Effect of other stand features

In our study, the most important features influencing biomass and BCEFs were stand height and growing stock volume. These two factors are mostly related to stem biomass, which constitutes the majority of aboveground biomass (Poorter et al. 2015). As these parameters within the same age are site-dependent, we may assume that these models allow predictions to overcome site-specific conditions at the stand level and may also be better than preparing models for different site indices, which are different in particular countries. Other studies revealed high importance of site index in shaping stand biomass (e.g., Shepashenko et al. 1998; Teobaldelli et al. 2009; Schepaschenko et al. 2018). However, when we compare heteroscedasticity of models based on height and growing stock volume, those based on height seem to be more homoscedastic (Fig. 3). Stand density was the weakest predictor of stand biomass, similar to Castedo-Dorado et al. (2012). Despite its importance in shaping biomass allocation (Jagodziński and Oleksyn 2009b), its primary impact is connected with shaping growth conditions, especially single tree dimensions—at higher density individual trees have lower diameters and higher heights (Jagodziński and Oleksyn 2009a); therefore, this parameter is also included in stand height and growing stock volume.

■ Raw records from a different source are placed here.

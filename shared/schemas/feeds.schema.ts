import { z } from 'zod';
import { IdParam, noteText, optionalText, requiredText } from './common.schema.ts';
import { FUSE_TYPES, type FuseType } from '../domain/electrical/fuses.ts';
import { LOAD_KINDS, type LoadKind } from '../domain/electrical/relays.ts';
import { InsulationRatingSchema, WireColourSchema, WireSizeMm2Schema } from './pin-map.schema.ts';

export { FUSE_TYPES, LOAD_KINDS, type FuseType, type LoadKind };

/** Where a new feed takes its power from. */
export const FEED_SOURCES = ['battery', 'ignition', 'relay_output'] as const;
export type FeedSource = (typeof FEED_SOURCES)[number];
export const FEED_SOURCE_LABELS: Record<FeedSource, string> = {
  battery: 'Battery, constant',
  ignition: 'Ignition switched',
  relay_output: 'Relay output of another feed',
};

export const WIRE_ZONES = ['cabin', 'engine_bay'] as const;
export type WireZone = (typeof WIRE_ZONES)[number];
export const WIRE_ZONE_LABELS: Record<WireZone, string> = {
  cabin: 'Outside the engine bay',
  engine_bay: 'Engine bay',
};

export const RETURN_PATHS = ['wire', 'chassis'] as const;
export type ReturnPath = (typeof RETURN_PATHS)[number];
export const RETURN_PATH_LABELS: Record<ReturnPath, string> = {
  wire: 'Own return wire (two-wire)',
  chassis: 'Chassis return',
};

/** ABYC E-11: 3 % where drop must be kept to a minimum, 10 % for non-critical circuits. */
export const DROP_CLASSES = ['critical', 'general'] as const;
export type DropClass = (typeof DROP_CLASSES)[number];
export const DROP_CLASS_LABELS: Record<DropClass, string> = {
  critical: 'Critical (3 %): ECU feeds, sensor references, fuel pump',
  general: 'General (10 %)',
};

export const FeedWire = z.strictObject({
  sizeMm2: WireSizeMm2Schema.unwrap(),
  insulationRatingC: InsulationRatingSchema.unwrap(),
  /** One-way run from the fuse to the load, metres. */
  lengthM: z.number().positive().max(50),
  zone: z.enum(WIRE_ZONES),
  /** Current-carrying conductors in the same bundle, this one included. */
  bundled: z.number().int().min(1).max(100),
  returnPath: z.enum(RETURN_PATHS),
  colour: WireColourSchema,
  /** Crimped terminals and splices along the run, for the drop budget (4 when not given). */
  connections: z.number().int().min(0).max(50).optional(),
});
export type FeedWire = z.infer<typeof FeedWire>;

export const FeedRelay = z.strictObject({
  contactRatingA: z.number().positive().max(200),
  coilCurrentA: z.number().min(0).max(5),
  /** Coil resistance, Ω: when given, the coil current is worked from it (I = V / R). */
  coilResistanceOhm: z.number().positive().max(100_000).nullable().optional(),
  /** The pin of the map that drives the relay's coil (usually switching its ground side). */
  coilPinId: z.number().int().positive().nullable(),
});
export type FeedRelay = z.infer<typeof FeedRelay>;

export const FeedLoad = z.strictObject({
  /** A pin of the map this load is, or null for a named device. */
  pinId: z.number().int().positive().nullable(),
  name: optionalText(80),
  currentA: z.number().min(0).max(200),
  continuous: z.boolean(),
  /** What the load is, for its relay's inrush allowance (resistive when not given). */
  kind: z.enum(LOAD_KINDS).optional(),
});
export type FeedLoad = z.infer<typeof FeedLoad>;

const feedShape = {
  name: requiredText(80),
  source: z.enum(FEED_SOURCES),
  sourceFeedId: z.number().int().positive().nullable(),
  /** Null means no fuse: refused for battery and ignition feeds by the checks. */
  fuseA: z.number().positive().max(500).nullable(),
  /** The fuse's family (a standard blade when not given). */
  fuseType: z.enum(FUSE_TYPES).optional(),
  /** Wire between the source and the fuse, mm: 33 CFR 183.455(b) limits it. Null: not recorded. */
  unfusedLengthMm: z.number().min(0).max(10_000).nullable().optional(),
  /** The unfused length runs in a sheath or enclosure (the longer limit applies). */
  fuseSheathed: z.boolean().optional(),
  relay: FeedRelay.nullable(),
  wire: FeedWire,
  loads: z.array(FeedLoad).max(50),
  dropClass: z.enum(DROP_CLASSES),
  /** Overrides the class's limit, percent of system voltage. */
  dropLimitPct: z.number().positive().max(50).nullable(),
  notes: noteText(2000),
};

const sourceNeedsFeed = (v: { source?: FeedSource; sourceFeedId?: number | null }) =>
  v.source === undefined || (v.source === 'relay_output') === (v.sourceFeedId != null);
const SOURCE_MESSAGE = {
  message:
    'give the feed whose relay output this is when, and only when, the source is a relay output',
  path: ['sourceFeedId'],
};

export const CreateFeedRequest = z.strictObject(feedShape).refine(sourceNeedsFeed, SOURCE_MESSAGE);
export type CreateFeedRequest = z.infer<typeof CreateFeedRequest>;

export const UpdateFeedRequest = z
  .strictObject({ ...feedShape, version: z.number().int().min(0) })
  .partial({
    name: true,
    source: true,
    sourceFeedId: true,
    fuseA: true,
    fuseType: true,
    unfusedLengthMm: true,
    fuseSheathed: true,
    relay: true,
    wire: true,
    loads: true,
    dropClass: true,
    dropLimitPct: true,
    notes: true,
  })
  .refine(sourceNeedsFeed, SOURCE_MESSAGE);
export type UpdateFeedRequest = z.infer<typeof UpdateFeedRequest>;

export const FeedParams = z.strictObject({ id: IdParam, feedId: IdParam });
export type FeedParams = z.output<typeof FeedParams>;

export interface Feed {
  id: number;
  conversionId: number;
  name: string;
  source: FeedSource;
  sourceFeedId: number | null;
  fuseA: number | null;
  fuseType?: FuseType;
  unfusedLengthMm?: number | null;
  fuseSheathed?: boolean;
  relay: FeedRelay | null;
  wire: FeedWire;
  loads: Array<FeedLoad & { id: number }>;
  dropClass: DropClass;
  dropLimitPct: number | null;
  notes: string;
  version: number;
}
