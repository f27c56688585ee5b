import { z } from 'zod';
import { DISPOSITIONS } from '../domain/dispositions.ts';
import { SIGNAL_CLASSES } from '../domain/signal-classes.ts';
import { parseWireColour } from '../domain/wire-colours.ts';
import { exactAwg, exactIsoSize } from '../domain/wire-sizes.ts';
import { optionalText, requiredText } from './common.schema.ts';
import { INSULATION_RATINGS_C } from './workshop.schema.ts';

export const CONNECTOR_SIDES = ['ecu', 'engine', 'vehicle', 'other'] as const;
export type ConnectorSide = (typeof CONNECTOR_SIDES)[number];
export const CONNECTOR_SIDE_LABELS: Record<ConnectorSide, string> = {
  ecu: 'ECU side',
  engine: 'Engine side',
  vehicle: 'Vehicle side',
  other: 'Other',
};

export const MAX_CAVITIES = 400;
export const MAX_BULK_PINS = 5000;

// ---------- field schemas, shared by single, bulk and batch edits ----------

export const DispositionSchema = z.enum(DISPOSITIONS);
export const SignalClassSchema = z.enum(SIGNAL_CLASSES);

/** '' (not recorded) or an IEC 60757 colour, normalised to "BU/WH". */
export const WireColourSchema = z
  .string()
  .max(20)
  .transform((value, ctx) => {
    if (value.trim() === '') return '';
    const parsed = parseWireColour(value);
    if (!parsed.ok) {
      ctx.addIssue({ code: 'custom', message: parsed.error });
      return z.NEVER;
    }
    return parsed.value;
  });

/** A conductor area in mm² that is an ISO 6722 size or an AWG size; null when not recorded. */
export const WireSizeMm2Schema = z
  .number()
  .positive()
  .max(120)
  .refine((v) => exactIsoSize(v) !== null || exactAwg(v) !== null, {
    message: 'must be an ISO 6722 size in mm² or the area of an AWG size',
  })
  .nullable();

export const InsulationRatingSchema = z
  .number()
  .refine((v) => (INSULATION_RATINGS_C as readonly number[]).includes(v), {
    message: `must be one of ${INSULATION_RATINGS_C.join(', ')} °C`,
  })
  .nullable();

export const PinFields = z.strictObject({
  function: optionalText(200),
  signalClass: SignalClassSchema,
  colour: WireColourSchema,
  sizeMm2: WireSizeMm2Schema,
  insulationRatingC: InsulationRatingSchema,
  disposition: DispositionSchema,
  destination: optionalText(200),
  /** A cavity of a vehicle-side connector of the same conversion. */
  destinationPinId: z.number().int().positive().nullable(),
  /** A new fused feed of the same conversion this pin is joined to. */
  destinationFeedId: z.number().int().positive().nullable(),
  runLengthM: z.number().min(0).max(100).nullable(),
  loadCurrentA: z.number().min(0).max(200).nullable(),
  notes: optionalText(2000),
});
export type PinFields = z.infer<typeof PinFields>;
export const PIN_FIELD_NAMES = Object.keys(PinFields.shape) as Array<keyof PinFields>;

/** What a new cavity holds: nothing anyone entered. */
export const BLANK_PIN_VALUES: PinFields = {
  function: '',
  signalClass: 'none',
  colour: '',
  sizeMm2: null,
  insulationRatingC: null,
  disposition: 'undecided',
  destination: '',
  destinationPinId: null,
  destinationFeedId: null,
  runLengthM: null,
  loadCurrentA: null,
  notes: '',
};

/** Whether a pin holds anything a person entered (so removing its cavity would lose work). */
export function pinHoldsData(pin: PinFields): boolean {
  return PIN_FIELD_NAMES.some((key) => pin[key] !== BLANK_PIN_VALUES[key]);
}

const atLeastOne = (v: object) => Object.keys(v).length > 0;

export const PinChanges = PinFields.partial().refine(
  atLeastOne,
  'give at least one field to change',
);
export type PinChanges = z.infer<typeof PinChanges>;

export const UpdatePinRequest = PinFields.partial()
  .extend({ version: z.number().int().min(0) })
  .refine((v) => Object.keys(v).length > 1, 'give at least one field to change');
export type UpdatePinRequest = z.infer<typeof UpdatePinRequest>;

export const BulkPinRequest = z.strictObject({
  pinIds: z.array(z.number().int().positive()).min(1).max(MAX_BULK_PINS),
  set: PinChanges,
});
export type BulkPinRequest = z.infer<typeof BulkPinRequest>;

/** Several pins changed at once, each against the version the client read (paste, fill down, undo). */
export const BatchPinRequest = z.strictObject({
  changes: z
    .array(
      z.strictObject({
        id: z.number().int().positive(),
        version: z.number().int().min(0),
        set: PinChanges,
      }),
    )
    .min(1)
    .max(MAX_BULK_PINS),
});
export type BatchPinRequest = z.infer<typeof BatchPinRequest>;

// ---------- connectors ----------

const layoutCount = z.number().int().min(1).max(MAX_CAVITIES);

export const CreateConnectorRequest = z
  .strictObject({
    label: requiredText(40),
    side: z.enum(CONNECTOR_SIDES),
    cavityCount: z.number().int().min(1).max(MAX_CAVITIES),
    rows: layoutCount.optional(),
    columns: layoutCount.optional(),
    notes: optionalText(2000).optional(),
    /** Cavity labels in face order ("A1", "B12"…); "1" to N when omitted. */
    cavityLabels: z.array(requiredText(8)).optional(),
  })
  .refine((v) => !v.rows || !v.columns || v.rows * v.columns >= v.cavityCount, {
    message: 'rows × columns must hold every cavity',
    path: ['rows'],
  })
  .refine((v) => !v.cavityLabels || v.cavityLabels.length === v.cavityCount, {
    message: 'give one label per cavity',
    path: ['cavityLabels'],
  })
  .refine((v) => !v.cavityLabels || new Set(v.cavityLabels).size === v.cavityLabels.length, {
    message: 'cavity labels must be unique',
    path: ['cavityLabels'],
  });
export type CreateConnectorRequest = z.infer<typeof CreateConnectorRequest>;

export const UpdateConnectorRequest = z.strictObject({
  label: requiredText(40).optional(),
  side: z.enum(CONNECTOR_SIDES).optional(),
  cavityCount: z.number().int().min(1).max(MAX_CAVITIES).optional(),
  rows: layoutCount.optional(),
  columns: layoutCount.optional(),
  notes: optionalText(2000).optional(),
  version: z.number().int().min(0),
});
export type UpdateConnectorRequest = z.infer<typeof UpdateConnectorRequest>;

// ---------- responses ----------

export interface Pin extends PinFields {
  id: number;
  connectorId: number;
  conversionId: number;
  cavity: string;
  /** Order on the connector face, 0-based, row by row. */
  position: number;
  version: number;
  updatedAt: string;
}

export interface Connector {
  id: number;
  conversionId: number;
  label: string;
  side: ConnectorSide;
  cavityCount: number;
  rows: number;
  columns: number;
  notes: string;
  version: number;
}

/** The face layout to use when none is given: one row up to 12 cavities, two up to 48. */
export function defaultFaceLayout(cavityCount: number): { rows: number; columns: number } {
  const rows = cavityCount <= 12 ? 1 : cavityCount <= 48 ? 2 : Math.ceil(cavityCount / 24);
  return { rows, columns: Math.ceil(cavityCount / rows) };
}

Accuracy of models and applicability

Our study confirmed higher accuracy of tree-level than stand-level methods. Our study also showed that biomass estimation based on stand-level biomass models and BCEFs gives similar accuracy, when the best models are taken into account. However, for branch and foliage biomass, tree-stand-based models give overestimated results, and BCEFs give underestimated results, compared to biomass calculated using tree-level approaches (Fig. 3). A similar trend, but with lower magnitude of bias, was found for volume-based models. However, due to high randomness, foliage and branch biomass are the most difficult to estimate, both at the levels of trees and stands, similar to other studies (e.g., Zianis et al. 2005; Teobaldelli et al. 2009; Wojtan et al. 2011; Castedo-Dorado et al. 2012).

Regional stand-level biomass models obtained in our study may be applied in large-scale inventories, including those using airborne laser scanning and other remote sensing techniques. These inventories can easily and quickly provide large amounts of data. However, they provide the highest accuracy for height measurements (Niemi et al. 2015; Kauranne et al. 2017). For that reason, high accuracy of models based on stand height may allow for increasing applicability of these methods. Moreover, it may be used for young stands or when data on stand volume is not available, due to lack of ownership interests or remote localities (Jagodziński et al. 2017, 2018).

Conclusions

Our study provided a comprehensive set of tree- and stand-level biomass models. We also described how stand biomass increases with increasing height, growing stock volume and age, and with decreasing stand density during stand development. Our study indicated highly dynamic increases of biomass and decreases of BCEFs in the youngest phase of stand growth and relative stabilization in later phases. Our models showed that accurate biomass assessment may be conducted using airborne methods, providing data on stand height (Jagodziński et al. 2018).